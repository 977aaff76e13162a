import type { Router } from 'express';
import type { AppDeps } from '../../app';
import { createAccountRepo } from '../account/account.repo';
import { accountRoutes } from '../account/account.routes';
import { createAccountService } from '../account/account.service';
import { createAuditRepo } from '../audit/audit.repo';
import { auditDenials, createAuditTrail } from '../audit/audit-trail';
import { createTeamRepo } from '../team/team.repo';
import { invitationRoutes, teamRoutes } from '../team/team.routes';
import { createTeamService } from '../team/team.service';
import { createAuthRepo } from './auth.repo';
import { authRoutes } from './auth.routes';
import { createAuthService } from './auth.service';
import { loadSession } from './load-session';
import { createSessionTokens } from './session-tokens';
import { createSessionsService } from './sessions.service';
import { createThrottleRepo } from './throttle.repo';
import { createAuthThrottles } from './throttles';

/**
 * Accounts, roles and the security baseline, wired once for createApp: the session loader to
 * mount before every feature router, the routers, and the audit step for refused requests.
 */
export function createAccountsModule({ config, database, logger, clock }: AppDeps) {
  const db = database.db;
  const authRepo = createAuthRepo(db);
  const audit = createAuditTrail({ repo: createAuditRepo(db), logger, clock });
  const sessions = createSessionsService({ repo: authRepo, tokens: createSessionTokens(config), clock });
  const throttles = createAuthThrottles({ config, repo: createThrottleRepo(db), clock, logger, audit });
  const baseUrl = config.PUBLIC_URL ?? `http://${config.HOST}:${config.PORT}`;
  const teamService = createTeamService({ repo: createTeamRepo(db), authRepo, sessions, audit, clock, baseUrl });

  const routers: [path: string, router: Router][] = [
    ['/auth/invitations', invitationRoutes({ service: teamService, throttles, config })],
    ['/auth', authRoutes({ service: createAuthService({ repo: authRepo, sessions, audit, clock, logger, baseUrl }), throttles, config })],
    ['/account', accountRoutes({ service: createAccountService({ repo: createAccountRepo(db), authRepo, sessions, audit }), throttles, config })],
    ['/owner/team', teamRoutes({ service: teamService })],
  ];

  return {
    /** Sets `req.user` from the session cookie; mount it on the API router before the feature routers. */
    loadSession: loadSession(sessions, config),
    routers,
    /** Records every 401 and 403; mount it on the API router after everything else. */
    auditDenials: auditDenials(audit),
  };
}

→ Exercise brief
Extract the first line above and each line after it up to and including the one with "session loader to", please, exactly and with nothing else.

→ Result of this task
repository 977aaff76e13162a
import type { Router } from 'express';
import type { AppDeps } from '../../app';
import { createAccountRepo } from '../account/account.repo';
import { accountRoutes } from '../account/account.routes';
import { createAccountService } from '../account/account.service';
import { createAuditRepo } from '../audit/audit.repo';
import { auditDenials, createAuditTrail } from '../audit/audit-trail';
import { createTeamRepo } from '../team/team.repo';
import { invitationRoutes, teamRoutes } from '../team/team.routes';
import { createTeamService } from '../team/team.service';
import { createAuthRepo } from './auth.repo';
import { authRoutes } from './auth.routes';
import { createAuthService } from './auth.service';
import { loadSession } from './load-session';
import { createSessionTokens } from './session-tokens';
import { createSessionsService } from './sessions.service';
import { createThrottleRepo } from './throttle.repo';
import { createAuthThrottles } from './throttles';

/**
 * Accounts, roles and the security baseline, wired once for createApp: the session loader to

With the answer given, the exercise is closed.